The results are distinct photorealistic hybrids. This isn’t just style transfer; the model is generating a creature that semantically sits between the two concepts.

They also experimented with attribute scaling. In the tangent space, vectors have magnitude. By multiplying the attribute vector by a scalar \(\alpha\) before mapping it back to the manifold, they could control the intensity of the attribute.

Figure 8: Scaling Attributes. Top row: Increasing the ‘Burnt’ vector on ‘Pizza’. Bottom row: Increasing the ‘Faux Fur’ vector on ‘Boots’.

As \(\alpha\) increases (moving from left to right in Figure 8), the pizza gets progressively more burnt, and the boots get progressively furrier. This demonstrates that the “directions” found by GDE are semantically consistent and manipulatable.
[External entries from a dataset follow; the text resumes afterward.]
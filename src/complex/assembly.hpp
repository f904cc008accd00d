// A complex with everything fixed but the twists and hands of its ligands.
#pragma once

#include <string>
#include <vector>

#include <Eigen/Core>

#include "complex/body.hpp"
#include "complex/spec.hpp"

namespace irrepwise {

/// A ligand of one metal: its body, where it points, and what of its pose is still free.
struct Site {
  SeatedLigand seated;
  LigandBody body;
  int centre = 0;
  int kind = 0;                  // the same for ligands that may be images of each other
  Eigen::Vector3d along;         // unit vector from the metal
  std::vector<Pose> candidates;  // at least one; the only ones allowed
  bool any_twist = false;        // then any other twist is allowed too
  std::string words;             // "NH3 on vertex 2"
};

/// A ligand between both metals, in its final place.
struct PlacedBridge {
  const Ligand* ligand = nullptr;
  BridgeRequest request;
  std::vector<double> distances_angstrom;
  std::vector<Eigen::Vector3d> positions;  // atoms in the order of the library
  int kind = 0;
  std::string words;
};

struct Assembly {
  std::vector<Eigen::Vector3d> metals;  // the first at the origin
  std::vector<Site> sites;
  std::vector<PlacedBridge> bridges;
  int n_kinds = 0;
};

/// The second centre, where there is one, is placed so that both hold the bridges at their
/// distances: its polyhedron is then the mirror image of the one that the numbers describe, so that
/// equal numbers on both sides make mirror images.
///
/// @param complex  must live as long as the result, which points into its library
/// @throws Error   as `seat_ligands` and `make_body`; bridges that do not fit
[[nodiscard]] Assembly assemble(const ComplexSpec& complex);

}  // namespace irrepwise
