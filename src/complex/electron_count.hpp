// Electrons at a metal by the counting of closed-shell ligands.
#pragma once

#include <string>

namespace irrepwise {

/// Electrons of one metal: what its oxidation state leaves it, and what the ligands give.
struct ElectronCount {
  int oxidation = 0;
  int metal = 0;     // d electrons of a transition metal, f of a lanthanide or actinide
  char shell = 'd';  // 'd', 'f', or 'p' for other elements, where `metal` counts s and p
  int donated = 0;   // by the ligands, bridges included
  int total = 0;
  int other_metal = 0;  // of the total: one for each bond to the other metal that was stated
};

/// Valence electrons of the neutral atom: group number for s, p and d blocks (group - 10 for the p
/// block), electrons outside the noble-gas core for lanthanides and actinides.
/// @param atomic_number  1 to 118
/// @source  common practice
[[nodiscard]] int valence_electrons(int atomic_number);

/// @returns  "+2", "0", "-1"
[[nodiscard]] std::string signed_number(int number);

/// @param donated      electrons that the ligands give
/// @param other_metal  order of the bond to another metal, which gives one for each
/// @throws Error   an oxidation state that takes more electrons than there are, or leaves more than
///                 the shells hold
[[nodiscard]] ElectronCount count_electrons(int atomic_number, int oxidation, int donated,
                                            int other_metal = 0);

}  // namespace irrepwise
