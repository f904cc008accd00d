#include "complex/electron_count.hpp"

#include <array>
#include <cassert>
#include <cstddef>
#include <string_view>

#include <fmt/format.h>

#include "core/error.hpp"
#include "molecule/element.hpp"

namespace irrepwise {
namespace {

struct Valence {
  int electrons;
  char shell;
};

Valence valence(int z) {
  constexpr std::array<int, 8> noble = {0, 2, 10, 18, 36, 54, 86, 118};
  int period = 1;
  while (z > noble[static_cast<std::size_t>(period)]) ++period;
  int beyond = z - noble[static_cast<std::size_t>(period - 1)];  // electrons outside the core
  if (beyond <= 2) return {z == 2 ? 2 : beyond, 'p'};
  if (period <= 3) return {beyond, 'p'};
  if (period >= 6) {
    // Fourteen f electrons are filled before group 3, where lutetium and lawrencium stand.
    if (beyond <= 16) return {beyond, 'f'};
    beyond -= 14;
  }
  return beyond <= 12 ? Valence{beyond, 'd'} : Valence{beyond - 10, 'p'};
}

// d10 s2, f14 s2 and s2 p6: beyond them there is no valence orbital left.
int most_electrons(char shell) { return shell == 'd' ? 12 : shell == 'f' ? 16 : 8; }

}  // namespace

int valence_electrons(int atomic_number) {
  assert(atomic_number >= 1 && atomic_number <= max_atomic_number);
  return valence(atomic_number).electrons;
}

std::string signed_number(int number) { return number == 0 ? "0" : fmt::format("{:+}", number); }

ElectronCount count_electrons(int atomic_number, int oxidation, int donated, int other_metal) {
  const Valence neutral = valence(atomic_number);
  const int left = neutral.electrons - oxidation;
  const std::string_view symbol = element_symbol(atomic_number);
  if (left < 0) {
    throw Error(
        fmt::format("the oxidation state {} takes more electrons from {} than its {} "
                    "valence electrons; check oxidation state, charge and ligands",
                    signed_number(oxidation), symbol, neutral.electrons));
  }
  if (left > most_electrons(neutral.shell)) {
    throw Error(
        fmt::format("the oxidation state {} leaves {} electrons on {}, more than the {} "
                    "that its valence shells hold; check oxidation state, charge and ligands",
                    signed_number(oxidation), left, symbol, most_electrons(neutral.shell)));
  }
  return {oxidation, left, neutral.shell, donated, left + donated + other_metal, other_metal};
}

}  // namespace irrepwise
Conclusion: The Shape of Meaning

The paper “Not Only Text” provides compelling evidence that vision-language models like CLIP don’t just memorize images; they organize them into sophisticated, human-like compositional structures.

However, accessing this structure isn’t straightforward. We cannot treat these complex embedding spaces as simple flat surfaces. By applying Riemannian geometry via the GDE framework, the authors successfully:

  1. Denoised visual representations.
  2. Decomposed images into reusable primitive parts.
  3. Improved performance in classification and fairness tasks.

This work bridges the gap between the symbolic compositionality of language and the continuous, noisy nature of vision. It suggests that as we build more powerful AI, understanding the geometry of how they think is just as important as the data we feed them.

For students and researchers, this is a valuable lesson: sometimes the key to better performance isn’t a bigger model, but better math.